Test the clear functionality

In [29]:
print(f"Buffer before clear: {len(buffer)} experiences")

buffer.clear()

print(f"Buffer after clear: {len(buffer)} experiences")
print(f"Buffer stats: {buffer.get_stats()}")
print(f"\n✅ Buffer successfully cleared!")

Buffer before clear: 100 experiences
Buffer after clear: 0 experiences
Buffer stats: {'size': 0, 'capacity': 100, 'utilization': 0.0, 'is_full': False}

✅ Buffer successfully cleared!


## Summary

You've successfully tested the DQN Replay Buffer!

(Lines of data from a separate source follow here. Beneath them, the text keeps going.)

import Dexie, { type DexieOptions, type Table } from "dexie";
import type { TendonEnd, Verdict } from "@/lib/schemas/domain";
import type { RecordPayload } from "@/lib/schemas/record";
import type { DetensionPayload } from "@/lib/schemas/detension";
import type { LiftoffPayload } from "@/lib/schemas/liftoff";
import type { TailCutPayload } from "@/lib/schemas/tail-cut";
import type { DecisionNotice } from "./decision-notices";
import type {
  FieldCalibration,
  FieldEquipmentSet,
  FieldEvaluation,
  FieldFlag,
  FieldPour,
  FieldProject,
  FieldStrandLot,
  FieldDetension,
  FieldLiftoffCheck,
  FieldLiftoffResult,
  FieldTailCut,
  FieldTendon,
  OpError,
  OpEvaluation,
  OpKind,
} from "@/lib/schemas/sync";

/**
 * The tablet's own database (IndexedDB through Dexie): the reference data of the pours taken
 * out, the records made here and those the server sent, the outbox of operations waiting to be
 * pushed, and the photos waiting to upload. Client-only. Keys are UUIDs made on the tablet or
 * by the server; the outbox's auto-increment seq only orders this tablet's own operations.
 */

/** What the server said of an op it did not take: it lost to another revision, or it was refused. */
export type RefusedState = "conflict" | "rejected";

/** Where a row made on this tablet stands with the server. */
export type RecordSyncState = "pending" | "synced" | RefusedState;

/** An outbox entry waits for a push, or was refused by the server and waits for a person. */
export type OutboxState = "pending" | "attention";

/** Where a photo stands on its way to the server. */
export type PhotoState = "queued" | "uploading" | "stored" | "failed";

/** The keys of the meta table. */
export type MetaKey = "device" | "session" | "sync";

/** The tablet's provisional verdict, worked out from lib/stressing at the moment of saving. */
export interface LocalVerdict {
  verdict: Verdict;
  /** Null when the verdict is incomplete. */
  deviationPct: number | null;
  measuredMm: number | null;
  predictedMm: number | null;
  lowerMm: number | null;
  upperMm: number | null;
  provisional: boolean;
  missingEnds: TendonEnd[];
  /** Which prediction each end was compared with, in words. */
  basisLabel?: string;
  /** Why the verdict is incomplete. */
  incomplete?: string[];
  /** The flags the server's rules will raise on these readings, as the tablet sees them. */
  flagKinds?: string[];
  /** Gauge force and the force the elongation implies, per end read. */
  forces?: {
    end: TendonEnd;
    gaugeForceN: number | null;
    impliedForceN: number | null;
    role: string;
    /** (implied − gauge)/gauge, %, and the band it is judged in (the force-agreement rule's). */
    differencePct?: number | null;
    bandPct?: number | null;
  }[];
  specifiedForceN?: number;
  /** Where it came from in words: "from the schedule" or the project's factor ("0.80·fpu·A"). */
  specifiedForceFrom?: string;
  /** The reading division alone could flip the verdict: read again, finer, before it is final. */
  reread?: boolean;
  /** Which prediction governed, and the shop drawing's value beside Tautline's, in words. */
  governsLine?: string;
}

export interface LocalRecord extends RecordPayload {
  id: string;
  syncState: RecordSyncState;
  authorName: string;
  savedAt: string;
  local?: LocalVerdict | null;
  server?: OpEvaluation | null;
  /** Set on a revision's base once a newer revision exists here. */
  supersededBy?: string | null;
}

export interface OutboxEntry {
  seq?: number;
  opId: string;
  kind: OpKind;
  recordId: string;
  baseVersion?: number;
  /**
   * A record for create and revise; a tails cut for tails_cut (its recordId is the cut's id); a
   * lift-off check for liftoff_check (its recordId is the check's id); a detension for detension
   * (its recordId is the detension's id).
   */
  payload: RecordPayload | TailCutPayload | LiftoffPayload | DetensionPayload;
  authorUserId: string;
  /** "pending" waits for a push; "attention" was refused by the server and waits for a person. */
  state: OutboxState;
  createdAt: string;
  attempts: number;
  lastError?: string | null;
  status?: RefusedState;
  error?: OpError;
}

/** Tails cut on a tendon, made here or pulled; keyed by tendon, so the server's cut replaces a local one. */
export interface LocalTailCut extends FieldTailCut {
  syncState: RecordSyncState;
}

/** A lift-off check made here or pulled; the server's result arrives with its answer or the pull. */
export interface LocalLiftoffCheck
  extends Omit<FieldLiftoffCheck, keyof FieldLiftoffResult | "pressureMPa">, Partial<FieldLiftoffResult> {
  pressureMPa: number;
  syncState: RecordSyncState;
}

/** A detension recorded here or pulled. */
export interface LocalDetension extends FieldDetension {
  syncState: RecordSyncState;
}

/** A change a sync brought (lib/offline/decision-notices.ts), kept until the crew acknowledges it. */
export interface LocalNotice extends DecisionNotice {
  /** When the pull that brought it was taken in. */
  arrivedAt: string;
  acknowledgedAt: string | null;
  /** Who acknowledged it on this tablet. */
  acknowledgedBy: string | null;
}

export interface LocalPour extends FieldPour {
  downloadedAt: string;
  /** The server's cursor this pour was last pulled at. */
  cursor: string;
  /** Set when the server says the pour can no longer be taken out. */
  unavailable?: boolean;
}

export interface LocalPhoto {
  id: string;
  recordId: string;
  projectId: string;
  blob: Blob;
  contentType: string;
  sizeBytes: number;
  width: number;
  height: number;
  takenAt: string;
  state: PhotoState;
  uploadedBytes: number;
  attachmentId?: string | null;
  lastError?: string | null;
}

export interface SessionMeta {
  userId: string;
  name: string;
  email: string;
  /** Projects on which this person records, with the display name. */
  projects: { projectId: string; projectName: string; projectCode: string }[];
  checkedAt: string;
}

export interface SyncMeta {
  lastConfirmedSyncAt: string | null;
  lastAttemptAt: string | null;
  lastError: string | null;
  needsSignIn: boolean;
  storagePersisted: boolean | null;
}

export interface MetaRow {
  key: MetaKey;
  value: unknown;
}

export class FieldDb extends Dexie {
  meta!: Table<MetaRow, string>;
  projects!: Table<FieldProject, string>;
  pours!: Table<LocalPour, string>;
  tendons!: Table<FieldTendon, string>;
  strandLots!: Table<FieldStrandLot, string>;
  equipmentSets!: Table<FieldEquipmentSet, string>;
  calibrations!: Table<FieldCalibration, string>;
  records!: Table<LocalRecord, string>;
  evaluations!: Table<FieldEvaluation, string>;
  flags!: Table<FieldFlag, string>;
  outbox!: Table<OutboxEntry, number>;
  photos!: Table<LocalPhoto, string>;
  tailCuts!: Table<LocalTailCut, string>;
  liftoffChecks!: Table<LocalLiftoffCheck, string>;
  detensions!: Table<LocalDetension, string>;
  notices!: Table<LocalNotice, string>;

  constructor(name = "tautline-field", options?: DexieOptions) {
    super(name, options);
    this.version(1).stores({
      meta: "key",
      projects: "id",
      pours: "id, projectId",
      tendons: "id, pourId, [pourId+tag]",
      strandLots: "id, projectId",
      equipmentSets: "id, projectId",
      calibrations: "id, equipmentSetId, projectId",
      records: "id, tendonId, chainId, pourId, syncState",
      evaluations: "id, tendonId",
      flags: "id, tendonId",
      outbox: "++seq, &opId, recordId, state, authorUserId",
      photos: "id, recordId, state",
    });
    this.version(2).stores({ tailCuts: "tendonId, id, pourId" });
    // Version 3 adds the lift-off checks and the notices a sync brings; every table of version 2 is kept.
    this.version(3).stores({ liftoffChecks: "id, tendonId, pourId", notices: "id, pourId, arrivedAt" });
    // Version 5 adds the detensions; every table of version 3 is kept.
    this.version(5).stores({ detensions: "id, tendonId, pourId" });
    // Version 6 keeps every table and renames two fields on the rows already stored: the project's
    // `requiredConcreteMpa` and the pour's `concreteStrengthMpa`, pulled by apps before the one MPa
    // spelling, become `requiredConcreteMPa` and `concreteStrengthMPa`. The pull sends a project or a
    // pour again only when it changes, so without this a tablet would keep the old name (and lose the
    // concrete gate) until then.
    this.version(6)
      .stores({})
      .upgrade(async (tx) => {
        await tx.table("projects").toCollection().modify(renameField("requiredConcreteMpa", "requiredConcreteMPa"));
        await tx.table("pours").toCollection().modify(renameField("concreteStrengthMpa", "concreteStrengthMPa"));
      });
  }
}

/** A row change that moves a field to its new name; a value already under the new name is kept. */
function renameField(from: string, to: string) {
  return (row: Record<string, unknown>) => {
    if (!(from in row)) return;
    if (!(to in row)) row[to] = row[from];
    delete row[from];
  };
}

let shared: FieldDb | undefined;

/** The page's one database connection. */
export function fieldDb(): FieldDb {
  shared ??= new FieldDb();
  return shared;
}

export async function readMeta<T>(db: FieldDb, key: MetaRow["key"]): Promise<T | undefined> {
  return (await db.meta.get(key))?.value as T | undefined;
}

export async function writeMeta(db: FieldDb, key: MetaRow["key"], value: unknown): Promise<void> {
  await db.meta.put({ key, value });
}

export const EMPTY_SYNC_META: SyncMeta = {
  lastConfirmedSyncAt: null,
  lastAttemptAt: null,
  lastError: null,
  needsSignIn: false,
  storagePersisted: null,
};

export async function updateSyncMeta(db: FieldDb, change: Partial<SyncMeta>): Promise<SyncMeta> {
  return db.transaction("rw", db.meta, async () => {
    const next = { ...EMPTY_SYNC_META, ...(await readMeta<SyncMeta>(db, "sync")), ...change };
    await writeMeta(db, "sync", next);
    return next;
  });
}

/** This tablet's id, made once and kept: the server records it with every operation. */
export async function deviceId(db: FieldDb): Promise<string> {
  return db.transaction("rw", db.meta, async () => {
    const existing = await readMeta<string>(db, "device");
    if (existing) return existing;
    const made = `tablet-${crypto.randomUUID()}`;
    await writeMeta(db, "device", made);
    return made;
  });
}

Key takeaways:

1. ✅ Buffer stores experiences as tuples: `(state, action, reward, next_state, done)`
2. ✅ `add()` stores new experiences
3. ✅ `sample()` returns random batches for training
4. ✅ Buffer automatically removes oldest when full
5. ✅ `is_ready()` checks if enough data for training
6. ✅ `get_stats()` provides buffer statistics
7. ✅ `clear()` empties the buffer

**Next Steps:**
- Implement DQN Value Network (neural network)
- Implement DQN Agent (uses buffer + network)
- Train DQN agent to play Connect 4!